### Action item
Look through the entries below and return all lines including the word "against".

*** Records for this task Section Begins ***

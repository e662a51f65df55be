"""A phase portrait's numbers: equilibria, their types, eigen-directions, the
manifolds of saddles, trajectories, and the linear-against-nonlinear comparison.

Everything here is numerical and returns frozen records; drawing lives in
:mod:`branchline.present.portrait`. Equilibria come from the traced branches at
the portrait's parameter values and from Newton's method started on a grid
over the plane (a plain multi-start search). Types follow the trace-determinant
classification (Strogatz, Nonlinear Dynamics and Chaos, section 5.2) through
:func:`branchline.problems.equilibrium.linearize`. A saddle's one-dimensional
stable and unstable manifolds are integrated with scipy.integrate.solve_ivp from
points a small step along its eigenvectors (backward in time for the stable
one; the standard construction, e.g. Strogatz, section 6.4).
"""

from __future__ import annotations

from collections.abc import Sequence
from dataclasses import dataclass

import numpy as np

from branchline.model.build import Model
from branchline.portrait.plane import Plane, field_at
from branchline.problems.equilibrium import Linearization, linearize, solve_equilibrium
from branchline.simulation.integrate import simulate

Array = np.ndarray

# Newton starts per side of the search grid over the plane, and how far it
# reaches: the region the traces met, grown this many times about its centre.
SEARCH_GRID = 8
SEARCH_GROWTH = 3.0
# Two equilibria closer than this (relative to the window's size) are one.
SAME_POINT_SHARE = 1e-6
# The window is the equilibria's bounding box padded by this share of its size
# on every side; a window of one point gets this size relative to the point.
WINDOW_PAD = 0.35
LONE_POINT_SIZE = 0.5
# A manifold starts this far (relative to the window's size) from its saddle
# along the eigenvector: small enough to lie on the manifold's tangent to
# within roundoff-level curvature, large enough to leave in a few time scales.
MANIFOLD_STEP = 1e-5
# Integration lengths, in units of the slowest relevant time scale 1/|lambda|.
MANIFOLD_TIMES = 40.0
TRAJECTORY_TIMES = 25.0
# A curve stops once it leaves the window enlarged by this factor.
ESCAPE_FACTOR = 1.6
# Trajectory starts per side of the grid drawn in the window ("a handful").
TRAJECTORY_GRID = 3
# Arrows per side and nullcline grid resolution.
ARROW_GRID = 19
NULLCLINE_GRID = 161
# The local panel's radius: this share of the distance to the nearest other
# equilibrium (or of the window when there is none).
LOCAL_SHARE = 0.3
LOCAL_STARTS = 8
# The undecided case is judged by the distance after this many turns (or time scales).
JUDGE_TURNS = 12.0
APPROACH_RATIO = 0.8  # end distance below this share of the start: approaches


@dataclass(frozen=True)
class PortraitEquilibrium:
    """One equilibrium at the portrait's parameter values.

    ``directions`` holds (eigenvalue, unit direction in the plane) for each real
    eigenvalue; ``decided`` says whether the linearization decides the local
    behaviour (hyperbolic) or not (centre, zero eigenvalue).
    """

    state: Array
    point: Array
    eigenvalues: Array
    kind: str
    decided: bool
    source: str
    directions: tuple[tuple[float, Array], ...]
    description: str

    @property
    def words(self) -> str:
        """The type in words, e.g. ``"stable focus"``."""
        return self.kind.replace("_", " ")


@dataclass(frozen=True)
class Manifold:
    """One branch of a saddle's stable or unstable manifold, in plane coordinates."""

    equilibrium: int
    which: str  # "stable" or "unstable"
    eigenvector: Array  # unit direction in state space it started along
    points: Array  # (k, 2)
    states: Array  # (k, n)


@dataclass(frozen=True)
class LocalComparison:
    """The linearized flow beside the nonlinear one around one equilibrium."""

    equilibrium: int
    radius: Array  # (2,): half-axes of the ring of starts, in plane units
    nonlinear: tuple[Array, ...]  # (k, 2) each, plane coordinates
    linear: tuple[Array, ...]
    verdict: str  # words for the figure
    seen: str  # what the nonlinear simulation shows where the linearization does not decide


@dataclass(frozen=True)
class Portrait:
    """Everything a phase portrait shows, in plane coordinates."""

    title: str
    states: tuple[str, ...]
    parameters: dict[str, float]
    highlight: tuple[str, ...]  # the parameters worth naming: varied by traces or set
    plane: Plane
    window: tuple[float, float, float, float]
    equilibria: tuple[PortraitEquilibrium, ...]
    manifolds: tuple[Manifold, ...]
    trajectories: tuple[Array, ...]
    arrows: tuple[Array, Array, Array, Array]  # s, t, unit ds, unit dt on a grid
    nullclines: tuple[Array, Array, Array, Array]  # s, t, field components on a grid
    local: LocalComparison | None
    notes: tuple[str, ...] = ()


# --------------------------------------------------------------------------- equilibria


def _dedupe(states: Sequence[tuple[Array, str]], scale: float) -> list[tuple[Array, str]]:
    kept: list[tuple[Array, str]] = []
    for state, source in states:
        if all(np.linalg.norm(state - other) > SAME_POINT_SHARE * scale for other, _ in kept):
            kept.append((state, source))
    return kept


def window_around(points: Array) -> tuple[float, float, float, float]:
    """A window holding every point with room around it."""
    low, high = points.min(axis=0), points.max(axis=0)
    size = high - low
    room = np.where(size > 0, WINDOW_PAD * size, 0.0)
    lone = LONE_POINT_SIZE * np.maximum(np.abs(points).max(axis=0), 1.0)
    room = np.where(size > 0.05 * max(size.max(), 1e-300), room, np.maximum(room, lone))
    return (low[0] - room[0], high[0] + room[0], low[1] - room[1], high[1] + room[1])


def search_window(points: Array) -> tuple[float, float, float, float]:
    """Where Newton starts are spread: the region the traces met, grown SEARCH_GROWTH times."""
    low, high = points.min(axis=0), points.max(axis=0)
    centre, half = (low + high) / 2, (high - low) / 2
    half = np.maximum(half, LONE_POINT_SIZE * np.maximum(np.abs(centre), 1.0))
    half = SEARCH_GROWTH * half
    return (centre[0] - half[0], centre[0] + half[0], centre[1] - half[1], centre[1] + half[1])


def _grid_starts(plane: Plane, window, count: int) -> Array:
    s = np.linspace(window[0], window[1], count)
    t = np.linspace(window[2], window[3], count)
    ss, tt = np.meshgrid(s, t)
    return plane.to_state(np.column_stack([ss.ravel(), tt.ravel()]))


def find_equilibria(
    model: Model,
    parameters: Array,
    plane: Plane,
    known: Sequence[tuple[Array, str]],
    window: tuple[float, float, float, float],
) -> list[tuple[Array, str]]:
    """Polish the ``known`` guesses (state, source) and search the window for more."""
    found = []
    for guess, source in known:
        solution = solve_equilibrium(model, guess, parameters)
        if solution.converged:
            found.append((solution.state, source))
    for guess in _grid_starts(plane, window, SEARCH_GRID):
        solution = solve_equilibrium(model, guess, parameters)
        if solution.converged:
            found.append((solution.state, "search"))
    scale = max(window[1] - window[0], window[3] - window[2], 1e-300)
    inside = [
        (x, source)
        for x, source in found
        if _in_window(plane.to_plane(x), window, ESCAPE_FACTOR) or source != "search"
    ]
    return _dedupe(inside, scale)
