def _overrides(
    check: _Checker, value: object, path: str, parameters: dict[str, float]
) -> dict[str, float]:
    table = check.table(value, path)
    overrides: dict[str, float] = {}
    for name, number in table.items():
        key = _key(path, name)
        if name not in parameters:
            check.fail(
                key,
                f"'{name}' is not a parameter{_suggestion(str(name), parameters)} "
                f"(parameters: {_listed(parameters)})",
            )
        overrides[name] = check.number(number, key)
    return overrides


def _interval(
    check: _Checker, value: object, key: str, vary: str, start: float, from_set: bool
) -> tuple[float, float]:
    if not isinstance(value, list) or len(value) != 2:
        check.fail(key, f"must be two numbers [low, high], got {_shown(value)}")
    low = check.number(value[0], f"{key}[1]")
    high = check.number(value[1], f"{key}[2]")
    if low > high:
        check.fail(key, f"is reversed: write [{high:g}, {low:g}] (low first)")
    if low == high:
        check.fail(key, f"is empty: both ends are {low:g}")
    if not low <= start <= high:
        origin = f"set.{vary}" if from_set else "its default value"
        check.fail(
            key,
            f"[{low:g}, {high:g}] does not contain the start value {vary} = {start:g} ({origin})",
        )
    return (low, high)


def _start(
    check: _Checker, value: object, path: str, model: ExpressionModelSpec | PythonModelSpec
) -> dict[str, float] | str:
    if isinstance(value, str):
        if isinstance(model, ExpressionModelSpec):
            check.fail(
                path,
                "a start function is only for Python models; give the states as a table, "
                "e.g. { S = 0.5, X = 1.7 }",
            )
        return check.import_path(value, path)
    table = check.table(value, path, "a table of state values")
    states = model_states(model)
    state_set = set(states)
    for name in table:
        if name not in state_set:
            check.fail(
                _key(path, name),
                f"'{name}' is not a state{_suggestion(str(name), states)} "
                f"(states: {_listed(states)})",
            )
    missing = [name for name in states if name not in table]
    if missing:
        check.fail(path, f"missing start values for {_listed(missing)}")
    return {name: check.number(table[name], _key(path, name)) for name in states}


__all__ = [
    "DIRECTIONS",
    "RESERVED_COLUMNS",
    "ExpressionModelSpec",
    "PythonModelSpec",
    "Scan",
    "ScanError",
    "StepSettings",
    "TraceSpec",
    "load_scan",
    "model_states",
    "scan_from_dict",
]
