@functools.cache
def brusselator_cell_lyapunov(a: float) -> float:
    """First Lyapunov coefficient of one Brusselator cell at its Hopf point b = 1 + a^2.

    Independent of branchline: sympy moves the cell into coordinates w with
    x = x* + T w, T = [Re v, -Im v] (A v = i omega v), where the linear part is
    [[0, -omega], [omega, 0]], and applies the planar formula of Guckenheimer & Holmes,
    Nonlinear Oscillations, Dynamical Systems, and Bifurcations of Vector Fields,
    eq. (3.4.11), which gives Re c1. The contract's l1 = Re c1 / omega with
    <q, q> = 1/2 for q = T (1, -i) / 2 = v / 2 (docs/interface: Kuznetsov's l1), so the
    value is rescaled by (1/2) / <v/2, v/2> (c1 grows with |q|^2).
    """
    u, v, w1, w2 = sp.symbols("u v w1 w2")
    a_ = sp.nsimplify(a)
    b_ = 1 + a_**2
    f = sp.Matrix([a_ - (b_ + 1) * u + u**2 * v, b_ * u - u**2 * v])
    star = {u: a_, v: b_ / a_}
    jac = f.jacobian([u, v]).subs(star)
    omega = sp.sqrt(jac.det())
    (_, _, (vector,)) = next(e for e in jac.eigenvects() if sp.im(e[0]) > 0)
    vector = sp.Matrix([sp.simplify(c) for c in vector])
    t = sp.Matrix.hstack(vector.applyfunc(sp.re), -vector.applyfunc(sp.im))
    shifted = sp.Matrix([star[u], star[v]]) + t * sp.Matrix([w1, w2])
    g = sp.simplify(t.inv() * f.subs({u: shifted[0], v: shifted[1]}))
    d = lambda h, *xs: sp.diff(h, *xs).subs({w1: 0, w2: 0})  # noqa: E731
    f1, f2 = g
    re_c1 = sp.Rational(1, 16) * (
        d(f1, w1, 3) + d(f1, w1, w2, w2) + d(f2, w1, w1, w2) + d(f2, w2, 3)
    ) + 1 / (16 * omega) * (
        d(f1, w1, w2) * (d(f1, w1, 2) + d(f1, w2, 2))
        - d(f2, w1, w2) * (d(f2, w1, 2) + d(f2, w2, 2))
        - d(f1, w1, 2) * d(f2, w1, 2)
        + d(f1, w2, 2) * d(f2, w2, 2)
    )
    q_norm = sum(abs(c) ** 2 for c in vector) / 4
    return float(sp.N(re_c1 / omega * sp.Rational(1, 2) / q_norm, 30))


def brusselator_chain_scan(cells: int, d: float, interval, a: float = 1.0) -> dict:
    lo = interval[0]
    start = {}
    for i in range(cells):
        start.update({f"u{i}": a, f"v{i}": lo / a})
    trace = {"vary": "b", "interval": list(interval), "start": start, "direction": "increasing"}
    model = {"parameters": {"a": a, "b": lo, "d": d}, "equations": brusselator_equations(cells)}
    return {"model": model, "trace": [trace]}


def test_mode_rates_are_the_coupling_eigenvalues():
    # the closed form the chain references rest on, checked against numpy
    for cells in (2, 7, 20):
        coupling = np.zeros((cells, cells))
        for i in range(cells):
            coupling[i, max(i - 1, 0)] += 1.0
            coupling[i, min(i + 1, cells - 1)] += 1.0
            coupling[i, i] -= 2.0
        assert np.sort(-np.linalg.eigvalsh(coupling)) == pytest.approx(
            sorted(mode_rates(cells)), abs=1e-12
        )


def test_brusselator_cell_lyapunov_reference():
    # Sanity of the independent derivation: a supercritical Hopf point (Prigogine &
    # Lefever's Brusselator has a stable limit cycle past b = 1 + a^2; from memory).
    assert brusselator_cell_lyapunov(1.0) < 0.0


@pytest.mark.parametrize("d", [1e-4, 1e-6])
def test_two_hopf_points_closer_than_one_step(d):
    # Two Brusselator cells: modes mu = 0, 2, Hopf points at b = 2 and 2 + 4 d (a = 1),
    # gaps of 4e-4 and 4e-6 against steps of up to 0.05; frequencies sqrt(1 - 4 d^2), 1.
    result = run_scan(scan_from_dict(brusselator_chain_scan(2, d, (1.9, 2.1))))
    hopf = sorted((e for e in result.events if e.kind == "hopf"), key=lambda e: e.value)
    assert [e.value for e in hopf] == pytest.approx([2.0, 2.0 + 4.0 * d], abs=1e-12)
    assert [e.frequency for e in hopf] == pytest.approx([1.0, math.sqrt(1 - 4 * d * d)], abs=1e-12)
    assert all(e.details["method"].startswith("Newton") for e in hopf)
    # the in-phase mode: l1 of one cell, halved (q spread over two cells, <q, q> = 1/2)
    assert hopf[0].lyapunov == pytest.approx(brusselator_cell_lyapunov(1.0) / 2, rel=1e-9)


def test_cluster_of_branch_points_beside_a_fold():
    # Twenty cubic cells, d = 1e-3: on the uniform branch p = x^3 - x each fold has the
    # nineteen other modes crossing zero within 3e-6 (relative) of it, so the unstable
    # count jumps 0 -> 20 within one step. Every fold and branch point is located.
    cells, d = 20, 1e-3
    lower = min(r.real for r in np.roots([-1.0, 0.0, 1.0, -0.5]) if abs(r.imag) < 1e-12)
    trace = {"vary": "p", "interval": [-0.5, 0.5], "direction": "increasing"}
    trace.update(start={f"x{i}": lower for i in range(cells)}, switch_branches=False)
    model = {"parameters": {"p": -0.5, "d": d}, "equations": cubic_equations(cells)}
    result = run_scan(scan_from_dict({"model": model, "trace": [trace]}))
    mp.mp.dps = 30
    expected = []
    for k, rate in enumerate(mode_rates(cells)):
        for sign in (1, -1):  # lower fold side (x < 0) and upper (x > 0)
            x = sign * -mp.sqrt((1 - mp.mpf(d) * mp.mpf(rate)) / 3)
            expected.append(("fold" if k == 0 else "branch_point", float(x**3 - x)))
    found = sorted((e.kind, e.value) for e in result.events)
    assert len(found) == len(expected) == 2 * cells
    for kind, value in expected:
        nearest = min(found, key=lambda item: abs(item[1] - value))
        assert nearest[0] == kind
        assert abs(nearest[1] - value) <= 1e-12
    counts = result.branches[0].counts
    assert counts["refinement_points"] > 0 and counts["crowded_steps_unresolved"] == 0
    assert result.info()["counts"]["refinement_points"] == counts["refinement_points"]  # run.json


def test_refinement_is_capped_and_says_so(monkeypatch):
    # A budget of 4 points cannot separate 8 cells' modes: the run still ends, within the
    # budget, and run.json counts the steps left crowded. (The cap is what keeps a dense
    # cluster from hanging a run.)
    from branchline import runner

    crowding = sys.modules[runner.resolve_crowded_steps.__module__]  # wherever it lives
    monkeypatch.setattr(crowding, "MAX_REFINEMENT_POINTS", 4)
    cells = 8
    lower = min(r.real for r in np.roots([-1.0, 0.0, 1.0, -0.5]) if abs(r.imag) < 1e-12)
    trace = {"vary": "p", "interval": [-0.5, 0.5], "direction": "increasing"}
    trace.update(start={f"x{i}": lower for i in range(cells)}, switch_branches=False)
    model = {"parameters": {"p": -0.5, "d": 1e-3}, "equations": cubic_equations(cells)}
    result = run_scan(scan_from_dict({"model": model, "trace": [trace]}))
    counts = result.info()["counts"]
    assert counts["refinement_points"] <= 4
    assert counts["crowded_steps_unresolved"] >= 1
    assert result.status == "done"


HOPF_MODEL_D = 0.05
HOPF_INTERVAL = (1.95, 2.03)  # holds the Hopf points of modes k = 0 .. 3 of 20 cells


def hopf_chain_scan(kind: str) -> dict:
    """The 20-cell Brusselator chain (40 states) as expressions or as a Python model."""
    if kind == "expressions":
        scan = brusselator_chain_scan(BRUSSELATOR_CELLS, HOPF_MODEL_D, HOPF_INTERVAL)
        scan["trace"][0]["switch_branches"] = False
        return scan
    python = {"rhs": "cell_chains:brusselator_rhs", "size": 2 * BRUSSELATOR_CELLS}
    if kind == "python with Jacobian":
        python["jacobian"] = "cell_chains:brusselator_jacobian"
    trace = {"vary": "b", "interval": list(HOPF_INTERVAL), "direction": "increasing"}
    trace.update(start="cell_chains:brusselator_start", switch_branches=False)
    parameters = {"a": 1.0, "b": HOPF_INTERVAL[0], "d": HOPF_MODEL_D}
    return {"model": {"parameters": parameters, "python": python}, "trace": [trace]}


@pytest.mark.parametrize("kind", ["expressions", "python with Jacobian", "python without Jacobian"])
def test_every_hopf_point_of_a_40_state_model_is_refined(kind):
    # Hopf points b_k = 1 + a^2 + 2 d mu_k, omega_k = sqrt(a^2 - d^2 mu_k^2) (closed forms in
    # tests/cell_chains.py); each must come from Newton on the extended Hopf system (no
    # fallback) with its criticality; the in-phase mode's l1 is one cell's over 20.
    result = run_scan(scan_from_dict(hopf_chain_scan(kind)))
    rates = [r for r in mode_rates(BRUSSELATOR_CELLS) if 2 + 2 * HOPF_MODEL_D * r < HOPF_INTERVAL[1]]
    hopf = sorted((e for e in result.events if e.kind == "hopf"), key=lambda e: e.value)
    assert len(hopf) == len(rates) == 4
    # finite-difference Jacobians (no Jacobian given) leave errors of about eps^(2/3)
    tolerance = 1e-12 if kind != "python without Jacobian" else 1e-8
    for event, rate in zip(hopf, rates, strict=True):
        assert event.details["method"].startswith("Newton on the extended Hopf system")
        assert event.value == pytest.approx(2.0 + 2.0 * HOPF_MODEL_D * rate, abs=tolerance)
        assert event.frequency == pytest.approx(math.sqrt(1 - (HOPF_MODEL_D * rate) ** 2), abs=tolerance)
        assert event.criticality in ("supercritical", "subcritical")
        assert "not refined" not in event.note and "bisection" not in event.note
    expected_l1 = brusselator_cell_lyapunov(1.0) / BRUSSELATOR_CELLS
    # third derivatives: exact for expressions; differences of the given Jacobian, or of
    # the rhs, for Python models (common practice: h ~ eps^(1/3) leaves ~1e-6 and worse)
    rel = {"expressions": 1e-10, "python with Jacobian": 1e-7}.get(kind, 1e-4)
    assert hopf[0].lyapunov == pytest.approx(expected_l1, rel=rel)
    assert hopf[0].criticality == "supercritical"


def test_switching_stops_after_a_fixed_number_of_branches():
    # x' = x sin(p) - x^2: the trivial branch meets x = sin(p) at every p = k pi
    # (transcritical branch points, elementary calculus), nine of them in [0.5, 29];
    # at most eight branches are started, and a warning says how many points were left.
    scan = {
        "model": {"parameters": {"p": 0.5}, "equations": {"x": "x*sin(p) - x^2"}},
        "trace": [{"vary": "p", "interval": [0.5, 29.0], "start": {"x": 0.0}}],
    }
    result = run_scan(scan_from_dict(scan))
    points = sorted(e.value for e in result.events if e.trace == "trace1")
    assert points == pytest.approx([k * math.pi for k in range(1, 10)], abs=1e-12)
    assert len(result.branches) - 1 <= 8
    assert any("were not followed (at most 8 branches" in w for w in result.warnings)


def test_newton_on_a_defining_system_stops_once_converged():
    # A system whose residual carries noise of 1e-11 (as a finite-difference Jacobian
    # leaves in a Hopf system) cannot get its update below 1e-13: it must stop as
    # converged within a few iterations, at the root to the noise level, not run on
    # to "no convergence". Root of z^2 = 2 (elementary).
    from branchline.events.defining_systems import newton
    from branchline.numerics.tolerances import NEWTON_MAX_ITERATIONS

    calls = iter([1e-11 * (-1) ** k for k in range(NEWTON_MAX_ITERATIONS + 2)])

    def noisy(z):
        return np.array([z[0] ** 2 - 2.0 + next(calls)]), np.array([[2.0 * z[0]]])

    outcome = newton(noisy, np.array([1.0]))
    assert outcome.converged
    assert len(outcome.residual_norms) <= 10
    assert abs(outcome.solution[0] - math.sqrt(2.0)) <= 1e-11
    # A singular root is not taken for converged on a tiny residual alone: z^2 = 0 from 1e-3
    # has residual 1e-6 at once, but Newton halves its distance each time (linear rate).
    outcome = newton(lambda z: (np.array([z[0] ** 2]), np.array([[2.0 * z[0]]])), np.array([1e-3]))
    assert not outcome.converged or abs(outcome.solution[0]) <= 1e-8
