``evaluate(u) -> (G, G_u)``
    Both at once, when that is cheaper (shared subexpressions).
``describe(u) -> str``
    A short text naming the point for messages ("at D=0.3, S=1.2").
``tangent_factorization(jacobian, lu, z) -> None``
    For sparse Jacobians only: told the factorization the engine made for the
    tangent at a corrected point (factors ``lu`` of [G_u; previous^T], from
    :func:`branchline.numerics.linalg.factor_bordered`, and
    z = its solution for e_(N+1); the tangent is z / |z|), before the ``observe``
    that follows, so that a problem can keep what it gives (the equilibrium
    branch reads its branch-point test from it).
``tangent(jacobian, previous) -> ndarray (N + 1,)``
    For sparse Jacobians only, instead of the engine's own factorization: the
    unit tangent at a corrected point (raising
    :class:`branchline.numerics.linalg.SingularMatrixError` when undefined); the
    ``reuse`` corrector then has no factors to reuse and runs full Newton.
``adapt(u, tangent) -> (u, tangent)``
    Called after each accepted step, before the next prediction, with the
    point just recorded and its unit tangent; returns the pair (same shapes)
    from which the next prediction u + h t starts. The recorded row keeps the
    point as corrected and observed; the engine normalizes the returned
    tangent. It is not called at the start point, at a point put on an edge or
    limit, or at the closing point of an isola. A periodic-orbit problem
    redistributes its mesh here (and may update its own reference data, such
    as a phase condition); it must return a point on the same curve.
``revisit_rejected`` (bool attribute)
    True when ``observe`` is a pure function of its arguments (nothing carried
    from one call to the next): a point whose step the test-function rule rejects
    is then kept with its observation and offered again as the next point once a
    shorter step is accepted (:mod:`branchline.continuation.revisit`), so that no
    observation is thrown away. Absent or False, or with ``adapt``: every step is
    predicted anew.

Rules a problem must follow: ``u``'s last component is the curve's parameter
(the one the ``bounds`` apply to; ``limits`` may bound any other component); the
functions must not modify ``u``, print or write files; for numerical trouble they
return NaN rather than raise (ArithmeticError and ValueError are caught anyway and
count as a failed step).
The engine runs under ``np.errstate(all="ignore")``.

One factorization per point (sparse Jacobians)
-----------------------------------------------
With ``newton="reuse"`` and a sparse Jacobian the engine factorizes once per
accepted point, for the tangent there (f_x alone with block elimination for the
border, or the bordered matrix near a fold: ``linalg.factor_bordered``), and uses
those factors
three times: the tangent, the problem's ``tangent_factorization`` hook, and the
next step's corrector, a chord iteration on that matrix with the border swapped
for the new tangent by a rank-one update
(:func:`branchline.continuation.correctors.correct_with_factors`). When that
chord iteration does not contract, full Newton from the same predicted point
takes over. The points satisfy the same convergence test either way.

*** Records for this task Section Ends ***

### Reply
manifolds of saddles, trajectories, and the linear-against-nonlinear comparison.
    # the closed form the chain references rest on, checked against numpy
    # gaps of 4e-4 and 4e-6 against steps of up to 0.05; frequencies sqrt(1 - 4 d^2), 1.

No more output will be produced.